Repost: The importance of International Women’s Day

I have been away from my blog for a while! In an attempt to fill the void that has inhabited these pages, I am reposting some of what I’ve written elsewhere over the last few months. In each case I will state where and when the article first appeared.


This first appeared on Yes Scotland’s pages, on 7th March 2014, the week Ailsa McKay died.

International Women’s Day is important. While some see the fight for women’s liberation as won, there is still a long way to go to equality. Women are still paid substantially less. Women have borne the brunt of the cuts being imposed by the Westminster government. Women’s work is treated as economically unimportant and unworthy of reward. And women still face blame when they are attacked.

I am indebted to the work of Professor Ailsa McKay (pictured), who died this week. AilsaHer work on gender budgeting and Citizens’ Basic Income has been instrumental in making economics a feminist issue. Her work on child care has become a vital part of the Scotland we all want to see.

For me changing the perception of women’s contribution to society and the economy is one of the most important things we can do in the new Scotland.

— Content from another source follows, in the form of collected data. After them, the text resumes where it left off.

/** The error lines the app logged during the probe, each once with how often. */
function printLogErrors(file: string, from: number) {
  const size = safeSize(file) - from;
  if (size <= 0) return;
  const buffer = Buffer.alloc(Math.min(size, 64 * 1024 * 1024));
  const fd = openSync(file, "r");
  readSync(fd, buffer, 0, buffer.length, from);
  closeSync(fd);
  const seen = new Map<string, number>();
  // The router's own complaints about methods, addresses and forwarded origins come with 4xx answers.
  const refusals = /You made a \w+ request|Invalid request method|Failed to decode param|forwarded action request/;
  for (const entry of buffer.toString("utf8").split("\n")) {
    const message = entry.trim().slice(0, 200);
    if (/^\w*Error\b[^\n]*:/.test(message) && !refusals.test(message)) seen.set(message, (seen.get(message) ?? 0) + 1);
  }
  if (!seen.size) return;
  say(`errors the app logged meanwhile (${file}):`);
  for (const [message, times] of [...seen].sort((a, b) => b[1] - a[1]).slice(0, 20)) console.log(`  ${times}× ${message}`);
}
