import { describe, expect, it } from "vitest";
import { angleTable, formatFixed, TABLE_UNITS } from "~/export/index";
import { toFixedPoint } from "~/export/rounding";
import type { SolvedSequence } from "~/gait/index";
import { demoGait, metaFor, modifiedRobot, readCsv, readJsonTable } from "./helpers";

// Angles whose tenths are exact binary ties, the ties negative too, and values that round to zero from below.
const PROBES = [-1.25, 1.25, -0.25, 0.25, -0.75, 0.75, -0.04, 0.04, -0.00001, -2.5, 2.5, 0];
// Worked by hand, half away from zero (as ISO C round(), checked against gcc in c-header.test.ts):
const EXPECTED_DEG_TEXT = ["-1.3", "1.3", "-0.3", "0.3", "-0.8", "0.8", "0.0", "0.0", "0.0", "-2.5", "2.5", "0.0"];
// LF.coxa made 2 µs/° about 1500 µs: −1.25° → 1497.5 → 1498, 0.25° → 1500.5 → 1501, −0.25° → 1499.5 → 1500 (away from zero).
const EXPECTED_US = [1498, 1503, 1500, 1501, 1499, 1502, 1500, 1500, 1500, 1495, 1505, 1500];

function probed() {
  const gait = demoGait("pier-crawler", { template: "tripod", cycleMs: 1200, fps: 50, strideMm: 60, name: "Probe" });
  const robot = modifiedRobot(gait.robot, (json) => {
    json.legs[0].joints.coxa.servo.usPerDeg = 2;
    json.legs[0].joints.coxa.servo.centerUs = 1500;
  });
  const solved: SolvedSequence = structuredClone(gait.solved);
  PROBES.forEach((deg, frame) => (solved.frames[frame].legs.LF.angles.coxa = deg));
  return { robot, solved, meta: metaFor({ robot }, { gaitName: "Probe" }) };
}

describe("one rounding for every format (DESIGN.md: 0.1°, 0.0001 rad, whole µs; half away from zero as ISO C round())", () => {
  it("fixed-point helpers: halves away from zero, never −0", () => {
    expect(toFixedPoint(-1.25, 10)).toBe(-13);
    expect(toFixedPoint(1.25, 10)).toBe(13);
    expect(Object.is(toFixedPoint(-0.04, 10), 0)).toBe(true);
    expect(formatFixed(-5, 1)).toBe("-0.5");
    expect(formatFixed(0, 4)).toBe("0.0000");
    expect(formatFixed(-12345, 4)).toBe("-1.2345");
    expect(formatFixed(1500, 0)).toBe("1500");
  });

  it("CSV, JSON and C hold the same numbers for negative halves and near-zero negatives, in degrees and pulses", () => {
    const { robot, solved, meta } = probed();
    const csv = readCsv(angleTable(robot, solved, { format: "csv", units: "deg", meta }));
    const jsonText = angleTable(robot, solved, { format: "json", units: "deg", meta });
    const json = readJsonTable(jsonText);
    const c = angleTable(robot, solved, { format: "c", units: "deg", meta });
    const cRows = [...c.matchAll(/^ {2}\{ ([-0-9, ]+) \}/gm)].map((match) => match[1].split(", ").map(Number));
    const lfCoxa = json.channels.findIndex((channel) => channel.name === "LF.coxa");
    PROBES.forEach((deg, frame) => {
      const expected = EXPECTED_DEG_TEXT[frame];
      expect(csv[frame + 1][lfCoxa + 2], `CSV frame ${frame}: ${deg}° expected "${expected}"`).toBe(expected);
      expect(json.frames[frame].values[lfCoxa], `JSON frame ${frame}: ${deg}° expected ${expected}°`).toBe(Number(expected));
      expect(cRows[frame][lfCoxa], `C frame ${frame}: ${deg}° expected ${Math.round(Number(expected) * 10)} tenths`).toBe(Math.round(Number(expected) * 10));
    });
    const us = readJsonTable(angleTable(robot, solved, { format: "json", units: "us", meta }));
    const usCsv = readCsv(angleTable(robot, solved, { format: "csv", units: "us", meta }));
    PROBES.forEach((deg, frame) => {
      expect(us.frames[frame].values[lfCoxa], `frame ${frame}: ${deg}° at 2 µs/° about 1500 µs`).toBe(EXPECTED_US[frame]);
      expect(usCsv[frame + 1][lfCoxa + 2]).toBe(String(EXPECTED_US[frame]));
    });
  });

  it("no format ever prints a negative zero, in any units", () => {
    const { robot, solved, meta } = probed();
    const negativeZero = /(^|[^0-9.])-0(\.0*)?(?![0-9.])/m;
    for (const units of TABLE_UNITS) {
      for (const format of ["csv", "json", "c"] as const) {
        const text = angleTable(robot, solved, { format, units, meta });
        expect(negativeZero.exec(text)?.[0] ?? null, `${format} ${units}`).toBeNull();
      }
    }
  });

  it("degree cells are tenths, radian cells ten-thousandths, pulse cells whole µs, with the decimals the metadata states", () => {
    const { robot, solved, meta } = probed();
    const decimalsOf = (text: string) => (text.includes(".") ? text.split(".")[1].length : 0);
    for (const [units, decimals] of [
      ["deg", 1],
      ["rad", 4],
      ["us", 0],
    ] as const) {
      const json = readJsonTable(angleTable(robot, solved, { format: "json", units, meta }));
      expect(json.meta.values.decimals).toBe(decimals);
      const csv = readCsv(angleTable(robot, solved, { format: "csv", units, meta }));
      for (const record of csv.slice(1)) for (const cell of record.slice(2)) expect(decimalsOf(cell), `${units} cell "${cell}"`).toBe(decimals);
    }
  });
});
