// angleTable at the extremes (DESIGN.md, "Never a NaN"; the one rounding of
// every table): a gait on the longest legs the robot format allows gives a
// table of finite numbers in every unit and format, and a solved result that
// holds what no solve gives — an angle of 1e300°, a time that is not a number —
// is refused with a TableExportError rather than written as a wrapped integer
// or "NaN".
import Papa from "papaparse";
import { describe, expect, it } from "vitest";
import { angleTable, type TableFormat, type TableUnits } from "~/export/index";
import { generateGait, solveSequence, type SolvedSequence } from "~/gait/index";
import { parseRobot, type Robot } from "~/kinematics/index";
import { testRobotJson } from "../kinematics/support/test-robot";
import { OVERRIDE, codeOf, metaFor } from "./helpers";

function longestLegs(): Robot {
  const json = testRobotJson({ coxa: 2000, femur: 2000, tibia: 2000 });
  for (const leg of json.legs) [leg.mount.x, leg.mount.y] = [Math.sign(leg.mount.x) * 5000, Math.sign(leg.mount.y) * 5000];
  json.standHeight = 5000;
  const parsed = parseRobot(json);
  if (!parsed.ok) throw new Error(JSON.stringify(parsed.issues));
  return parsed.robot;
}

const robot = longestLegs();
const params = { template: "wave" as const, cycleMs: 2000, fps: 100, strideMm: 10000, turnDegPerCycle: 360, stepHeightMm: 1000, name: "Extreme wave" };
const solved = solveSequence(robot, generateGait(robot, params));
const gait = { robot, params };

describe("a table of the longest legs' gait holds finite numbers only", () => {
  const formats: TableFormat[] = ["csv", "json"];
  const units: TableUnits[] = ["deg", "rad", "us"];
  for (const format of formats) {
    for (const unit of units) {
      it(`${format}, ${unit}`, () => {
        const text = angleTable(robot, solved, { format, units: unit, meta: metaFor(gait), overrideReason: OVERRIDE });
        const cells =
          format === "json"
            ? (JSON.parse(text) as { frames: { timeMs: number; values: number[] }[] }).frames.flatMap((frame) => [frame.timeMs, ...frame.values])
            : Papa.parse<string[]>(text.trim(), { skipEmptyLines: true, comments: "#" })
                .data.slice(1)
                .flatMap((row) => row.map(Number));
        expect(cells.length).toBe(solved.frames.length * (robot.legs.length * 3 + (format === "json" ? 1 : 2)));
        expect(cells.filter((value) => !Number.isFinite(value))).toEqual([]);
      });
    }
  }

  it("c, us: every cell a uint16_t", () => {
    const text = angleTable(robot, solved, { format: "c", units: "us", meta: metaFor(gait), overrideReason: OVERRIDE });
    expect(text).not.toMatch(/NaN|Infinity/);
  });
});

describe("a solved result no solve gives is refused", () => {
  const options = { units: "deg" as const, meta: metaFor(gait), overrideReason: OVERRIDE };
  const changed = (change: (copy: SolvedSequence) => void): SolvedSequence => {
    const copy = structuredClone(solved);
    change(copy);
    return copy;
  };

  it("an angle of 1e300° (its tenths do not fit any table integer): value-out-of-range, in every format", () => {
    const huge = changed((copy) => (copy.frames[1].legs.LF.angles.femur = 1e300));
    for (const format of ["csv", "json", "c"] as const)
      expect(
        codeOf(() => angleTable(robot, huge, { ...options, format })),
        format,
      ).toBe("value-out-of-range");
  });

  it("1e9° in radians (1.7e11 ten-thousandths, beyond int32): value-out-of-range", () => {
    const huge = changed((copy) => (copy.frames[1].legs.RR.angles.tibia = 1e9));
    expect(codeOf(() => angleTable(robot, huge, { ...options, units: "rad", format: "json" }))).toBe("value-out-of-range");
  });

  it("a frame time that is not a number: solved-mismatch", () => {
    const broken = changed((copy) => (copy.frames[2].timeMs = Number.NaN));
    expect(codeOf(() => angleTable(robot, broken, { ...options, format: "csv" }))).toBe("solved-mismatch");
    const infinite = changed((copy) => (copy.frames[2].timeMs = Number.POSITIVE_INFINITY));
    expect(codeOf(() => angleTable(robot, infinite, { ...options, format: "json" }))).toBe("solved-mismatch");
  });
});
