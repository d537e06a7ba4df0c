import { describe, expect, it } from "vitest";
import { angleTable, centreTable, sweepTable, TableExportError } from "~/export/index";
import { JOINT_NAMES, neutralStance, solveLeg } from "~/kinematics/index";
import { DEMO_ROBOT_FILES, loadDemoRobot } from "../support/robots";
import { OVERRIDE, metaFor, modifiedRobot, readJsonTable } from "./helpers";

/** The fastest step between frames of one joint, worked out here from the frames: max |Δangle| · fps, °/s. */
function peakSpeedDegS(frames: { legs: Record<string, { angles: Record<string, number> }> }[], legId: string, joint: string, fps: number): number {
  let peak = 0;
  for (let i = 1; i < frames.length; i += 1)
    peak = Math.max(peak, Math.abs(frames[i].legs[legId].angles[joint] - frames[i - 1].legs[legId].angles[joint]) * fps);
  return peak;
}

// Issue 8: bench test tables for bring-up, checked for speed like any sequence (the joint-speed rule of DESIGN.md).
describe("bench tables for bring-up (issue 8), checked for speed like any sequence", () => {
  const robot = loadDemoRobot("pier-crawler");

  it("centre: every servo at 0 servo degrees, i.e. its centerUs, for seconds · fps frames, no flags", () => {
    const centre = centreTable(robot, { seconds: 1.5, fps: 40 });
    expect(centre.frames.length).toBe(60);
    expect(centre.flags).toEqual([]);
    const deg = readJsonTable(
      angleTable(robot, centre, { format: "json", units: "deg", meta: metaFor({ robot }, { gaitName: centre.name, gaitVersion: "bench", loop: centre.loop }) }),
    );
    for (const frame of deg.frames)
      expect(
        frame.values.every((value) => value === 0),
        `frame ${frame.index}: all 0°`,
      ).toBe(true);
    const us = readJsonTable(angleTable(robot, centre, { format: "json", units: "us", meta: metaFor({ robot }, { gaitName: centre.name }) }));
    const centres = us.channels.map((channel) => robot.legs.find((leg) => leg.id === channel.leg)!.joints[channel.joint as "coxa"].servo.centerUs);
    for (const frame of us.frames) expect(frame.values, `frame ${frame.index}: each servo's centerUs`).toEqual(centres);
  });

  it("centre of a joint whose limits exclude 0° is flagged joint-limit; a calibration trim moves the centre pulse", () => {
    const shifted = modifiedRobot(robot, (json) => {
      json.legs[0].joints.tibia.minDeg = 5;
      if (json.rest) json.rest.LF.tibia = Math.max(json.rest.LF.tibia, 5);
    });
    const centre = centreTable(shifted, { seconds: 0.1, fps: 50 });
    expect(centre.flags.length).toBe(5);
    expect(centre.flags.every((flag) => flag.kind === "joint-limit" && flag.leg === "LF" && flag.joint === "tibia")).toBe(true);
    const trimmed = readJsonTable(
      angleTable(robot, centreTable(robot, { seconds: 0.1 }), {
        format: "json",
        units: "us",
        meta: metaFor({ robot }, { gaitName: "centre" }),
        calibration: { name: "SN-3", joints: { LF: { coxa: { trimDeg: 2 } } } },
      }),
    );
    expect(trimmed.frames[0].values[0], "LF.coxa: 1500 µs + 2° × 11.1 µs/°").toBe(Math.round(1500 + 2 * 11.1));
  });

  for (const file of DEMO_ROBOT_FILES) {
    it(`${file}: every joint's sweep goes centre → min → max → centre at ≤ ¼ of its maxSpeedDegS, others held at the neutral stance, no speed flags`, () => {
      const demo = loadDemoRobot(file);
      const feet = neutralStance(demo);
      for (const leg of demo.legs) {
        for (const joint of JOINT_NAMES) {
          const spec = leg.joints[joint];
          const sweep = sweepTable(demo, { legId: leg.id, joint, fps: 50, speedFraction: 0.25 });
          expect(sweep.name).toBe(`sweep-${leg.id}-${joint}`);
          expect(sweep.loop).toBe(false);
          const path = sweep.frames.map((frame) => frame.legs[leg.id].angles[joint]);
          const centre = Math.min(spec.maxDeg, Math.max(spec.minDeg, 0));
          expect(path[0], "starts at the centre").toBe(centre);
          expect(path[path.length - 1], "ends at the centre").toBe(centre);
          expect(Math.min(...path), `reaches minDeg ${spec.minDeg}°`).toBe(spec.minDeg);
          expect(Math.max(...path), `reaches maxDeg ${spec.maxDeg}°`).toBe(spec.maxDeg);
          expect(path.indexOf(spec.minDeg), "min before max").toBeLessThan(path.indexOf(spec.maxDeg));
          const peak = peakSpeedDegS(sweep.frames, leg.id, joint, 50);
          expect(peak, `${leg.id}.${joint}: peak ${peak.toFixed(3)} °/s, limit ¼ × ${spec.maxSpeedDegS} °/s`).toBeLessThanOrEqual(0.25 * spec.maxSpeedDegS);
          expect(peak, "and not much slower").toBeGreaterThan(0.2 * spec.maxSpeedDegS);
          expect(
            sweep.flags.filter((flag) => flag.kind === "joint-speed"),
            "joint-speed flags",
          ).toEqual([]);
          expect(sweep.summary.peakSpeedDegS[leg.id][joint]).toBeCloseTo(peak, 9);
          for (const other of demo.legs) {
            const hold = solveLeg(demo, other.id, feet[other.id]).angles;
            for (const name of JOINT_NAMES) {
              if (other.id === leg.id && name === joint) continue;
              expect(new Set(sweep.frames.map((frame) => frame.legs[other.id].angles[name])), `${other.id}.${name} held at ${hold[name]}°`).toEqual(
                new Set([hold[name]]),
              );
            }
          }
        }
      }
    });
  }

  it("a sweep faster than the joint's maxSpeedDegS carries joint-speed error flags, and its table then needs an override reason", () => {
    const sweep = sweepTable(robot, { legId: "RM", joint: "femur", fps: 50, speedFraction: 1.5, dwellMs: 200 });
    const limit = robot.legs.find((leg) => leg.id === "RM")!.joints.femur.maxSpeedDegS;
    const speedFlags = sweep.flags.filter((flag) => flag.kind === "joint-speed");
    expect(speedFlags.length, "joint-speed flags").toBeGreaterThan(0);
    for (const flag of speedFlags) {
      expect(flag).toMatchObject({ leg: "RM", joint: "femur", severity: "error", limit });
      expect(flag.value, `frame ${flag.frame}: ${flag.value} °/s over ${limit} °/s`).toBeGreaterThan(limit);
      expect(flag.value).toBeLessThanOrEqual(1.5 * limit);
    }
    expect(sweep.summary.speedHeadroom!).toBeLessThan(1);
    const meta = metaFor({ robot }, { gaitName: sweep.name, gaitVersion: "bench" });
    expect(() => angleTable(robot, sweep, { format: "c", units: "us", meta })).toThrow(TableExportError);
    expect(angleTable(robot, sweep, { format: "c", units: "us", meta, overrideReason: OVERRIDE })).toContain("joint-speed");
  });

  it("frame count: each stretch takes ⌈distance · fps / speed⌉ frames, plus the dwells at min and max", () => {
    const spec = robot.legs[0].joints.coxa;
    const fps = 40;
    // 0.13 × 375 °/s: no stretch is a whole number of frames (where it is, one frame more keeps round-off under the speed).
    const speed = 0.13 * spec.maxSpeedDegS;
    const sweep = sweepTable(robot, { legId: "LF", joint: "coxa", fps, speedFraction: 0.13, dwellMs: 250 });
    const steps = (distance: number) => Math.ceil((distance * fps) / speed);
    const expected = 1 + steps(-spec.minDeg) + 10 + steps(spec.maxDeg - spec.minDeg) + 10 + steps(spec.maxDeg);
    expect(sweep.frames.length, `frames: expected ${expected}`).toBe(expected);
    expect(sweep.summary.fps).toBe(fps);
    expect(sweep.frames[1].timeMs).toBe(25);
  });

  it("bad options come back as TableExportError issues with a path", () => {
    for (const [options, path] of [
      [{ legId: "XX", joint: "coxa" }, "legId"],
      [{ legId: "LF", joint: "knee" }, "joint"],
      [{ legId: "LF", joint: "coxa", speedFraction: 0 }, "speedFraction"],
      [{ legId: "LF", joint: "coxa", marginDeg: 50 }, "marginDeg"],
    ] as const) {
      try {
        sweepTable(robot, options as never);
        expect.fail(`${JSON.stringify(options)} was accepted`);
      } catch (error) {
        expect(error).toBeInstanceOf(TableExportError);
        expect((error as TableExportError).issues[0].path).toBe(path);
      }
    }
  });
});
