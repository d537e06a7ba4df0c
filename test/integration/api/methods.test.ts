// A method an /api/v1 route does not answer is 405 method_not_allowed in the
// API's error shape, with an Allow header listing the methods it does answer
// (RFC 9110 §15.5.6 requires it), for the routes that write as well as read.
import { beforeAll, describe, expect, test } from "vitest";
import { seedDemo } from "../../../db/seed";
import { act, demoIds, load, outcome, requestsAs, type ApiRefusal, type DemoIds } from "../../support/routes";
import { database } from "~/platform/db.server";
import * as draft from "~/routes/api.v1/gaits/draft";
import * as ik from "~/routes/api.v1/solver/ik";
import * as solve from "~/routes/api.v1/solver/solve";

let ids: DemoIds;

beforeAll(async () => {
  await seedDemo(database());
  ids = await demoIds(database());
});

async function call(method: string, path: string, module: { loader?: (args: never) => unknown; action?: (args: never) => unknown }, params = {}) {
  const request = await (await requestsAs("owner", ids))(method, path, method === "GET" ? undefined : { json: {} });
  return outcome<ApiRefusal>(async () => (method === "GET" ? load(module, request, params) : act(module, request, params)));
}

describe("405 with Allow for a method the route does not answer", () => {
  test.each([
    ["GET", "/api/v1/solve", solve, "POST"],
    ["PUT", "/api/v1/solve", solve, "POST"],
    ["DELETE", "/api/v1/solve", solve, "POST"],
    ["GET", "/api/v1/ik", ik, "POST"],
    ["PATCH", "/api/v1/ik", ik, "POST"],
  ] as const)("%s %s answers 405, Allow: %s", async (method, path, module, allow) => {
    const answer = await call(method, path, module);
    expect(answer.status).toBe(405);
    expect(answer.headers.get("Allow")).toBe(allow);
    expect(answer.body.error.code).toBe("method_not_allowed");
    expect(answer.body.error.message).toContain(method);
  });

  test.each(["POST", "DELETE", "PATCH"])("%s /api/v1/gaits/:gaitId/draft answers 405, Allow: GET, HEAD, PUT", async (method) => {
    const gaitId = ids.gaitIds["Tripod cruise"];
    const answer = await call(method, `/api/v1/gaits/${gaitId}/draft`, draft, { gaitId });
    expect(answer.status).toBe(405);
    expect(answer.headers.get("Allow")).toBe("GET, HEAD, PUT");
    expect(answer.body.error.code).toBe("method_not_allowed");
  });
});
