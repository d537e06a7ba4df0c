import { describe, expect, it } from "vitest";
import { angleTable, buildAngleTable, TableExportError } from "~/export/index";
import { solveSequence } from "~/gait/index";
import { generateEntryMove } from "~/gait/moves";
import { demoGait, metaFor, readJsonTable } from "./helpers";

// DESIGN.md ("Gait sequence", "Core module contracts"): frames at i/fps s, N = round(cycleMs · fps / 1000);
// another rate re-solves the sequence at that rate and never interpolates angles.
describe("another rate re-solves (DESIGN.md: N = round(cycleMs · rate / 1000), no interpolation)", () => {
  const gait = demoGait("pier-crawler", { template: "tripod", cycleMs: 1200, fps: 50, strideMm: 60, name: "Tripod walk" });

  for (const rateHz of [40, 30, 24, 60, 100]) {
    it(`${rateHz} Hz from a 50 fps walk: round(1200 · ${rateHz} / 1000) frames, each value a fresh solve at ${rateHz} Hz`, () => {
      const table = readJsonTable(buildAngleTable(gait.robot, gait.sequence, { format: "json", units: "deg", rateHz, meta: metaFor(gait) }));
      const expectedFrames = Math.round((1200 * rateHz) / 1000);
      expect(table.frames.length, `frames: expected ${expectedFrames}, got ${table.frames.length}`).toBe(expectedFrames);
      expect(table.meta.rateHz).toBe(rateHz);
      expect(table.meta.framePeriodMs, "frame period, whole µs").toBe(Math.round(1e6 / rateHz) / 1000);
      table.frames.forEach((frame, i) =>
        expect(frame.timeMs, `frame ${i}: expected ${Math.round((i * 1e6) / rateHz) / 1000} ms`).toBe(Math.round((i * 1e6) / rateHz) / 1000),
      );
      const fresh = solveSequence(gait.robot, gait.sequence, { fps: rateHz });
      const expected = readJsonTable(angleTable(gait.robot, fresh, { format: "json", units: "deg", meta: metaFor(gait, { loop: true }) }));
      expect(table.frames, "cells equal a fresh solve at the rate").toEqual(expected.frames);
    });
  }

  it("the resampled table is not a linear interpolation of the 50 fps table", () => {
    const base = readJsonTable(buildAngleTable(gait.robot, gait.sequence, { format: "json", units: "deg", meta: metaFor(gait) }));
    const resampled = readJsonTable(buildAngleTable(gait.robot, gait.sequence, { format: "json", units: "deg", rateHz: 30, meta: metaFor(gait) }));
    let largestGap = 0;
    resampled.frames.forEach((frame) => {
      // Frame i at 30 Hz sits at 50 · i / 30 of the 50 fps frames.
      const position = (frame.index * 50) / 30;
      const below = Math.floor(position);
      const fraction = position - below;
      const a = base.frames[below % base.frames.length].values;
      const b = base.frames[(below + 1) % base.frames.length].values;
      frame.values.forEach((value, c) => (largestGap = Math.max(largestGap, Math.abs(value - (a[c] + (b[c] - a[c]) * fraction)))));
    });
    expect(largestGap, `largest difference from interpolating the 50 fps table: ${largestGap}°`).toBeGreaterThan(0.1);
  });

  it("a one-shot move has round(cycleMs · rate / 1000) + 1 frames at the new rate", () => {
    const entry = generateEntryMove(gait.robot, gait.sequence);
    expect(entry.loop).toBe(false);
    const rateHz = 25;
    const table = readJsonTable(
      buildAngleTable(gait.robot, entry, { format: "json", units: "us", rateHz, meta: metaFor(gait, { gaitName: "Entry" }), overrideReason: "reviewed" }),
    );
    expect(table.frames.length).toBe(Math.round((entry.cycleMs * rateHz) / 1000) + 1);
    expect(table.meta.gait.loop, "meta.loop from the sequence").toBe(false);
  });

  it("angleTable refuses another rate than the result's own (it cannot re-solve what it was not given) and accepts its own", () => {
    const attempt = () => angleTable(gait.robot, gait.solved, { format: "csv", units: "deg", rateHz: 40, meta: metaFor(gait) });
    expect(attempt).toThrow(TableExportError);
    try {
      attempt();
    } catch (error) {
      expect((error as TableExportError).code).toBe("rate-mismatch");
      expect((error as Error).message).toContain("solved at 50 Hz, not 40 Hz");
    }
    expect(() => angleTable(gait.robot, gait.solved, { format: "csv", units: "deg", rateHz: 50, meta: metaFor(gait) })).not.toThrow();
  });
});
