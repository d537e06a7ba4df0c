// The job runner's process: `tsx app/jobs/job-runner.ts` in the source tree,
// `node build/server/job-runner.js` from a build (react-router.config.ts makes
// it). npm start and npm test start and stop it (scripts/lib/services.sh).
// SIGTERM or SIGINT lets the jobs in hand finish, then ends the process.
import { startJobRunner } from "./runner.server";

const runner = await startJobRunner();
console.log(`[jobs] ready: ${runner.queues.join(", ")}`);

for (const signal of ["SIGTERM", "SIGINT"] as const) {
  process.once(signal, () => {
    runner.stop().then(
      () => process.exit(0),
      (error) => {
        console.error("[jobs] stopping failed:", error);
        process.exit(1);
      },
    );
  });
}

We must not fall into the trap of seeing women’s role as being merely that of caring and domestic work. But we must recognise that this is the reality of many women’s lives, and acknowledge this in government funding and policy. And doing this successfully will help to reduce the gendered nature of work. It will encourage men to take on domestic work.

I believe the best way to do this is to introduce a Citizen’s Basic Income (CI). This was an initiative that Ailsa worked to develop and promote. It is a universal income paid to all citizens, allowing a decent quality of life. It will guarantee an income for women who look after children and reduce dependence on work. Citizen’s income would provide Scotland with a lever to end poverty, by removing the benefits trap. The security offered by Citizen’s Income will make it easier to move into work and avoid losing benefits.

Those of us influenced by Ailsa owe it to her to make this vision real. Independence offers us the opportunity to do that.

While there has been much progress in women’s quality of life in Scotland, the great recession has seen women bear the brunt of the government’s economic restructuring. This reflects a belief that women’s contribution is less significant than that of men. Money has been cut from child benefit while the highest rate of tax (overwhelmingly paid by men) has been reduced.

A report produced by a range of women’s organisations points to the clear gender impact of the UK government’s austerity agenda. Cuts imposed by the Westminster government to services like Sure Start, reduced funding for services dealing with violence against women, legal aid for women subjected to violence and discrimination, inadequate healthcare support – with cuts to disability and other benefits all have had a disproportionate impact on women. The UK Government appears to believe that manufacturing, finance and construction are more important than caring. This is simply not the case, and we must reverse it. That is difficult when only 4 of 20 of David Cameron’s Cabinet members are women.

There is little thought given to the gender impact of cuts. We must ensure that services used by women in the new Scotland enjoy the same esteem as others. It is simply not the case that caring is less important than the monetised economy. Had we focused more on caring and less on speculation it’s doubtful the economy would have crashed.

With a Citizen’s Income, a change in the perception of women’s work and a move away from Westminster-imposed austerity we can create a better Scotland for women. And a better Scotland for women will be a better Scotland for everyone.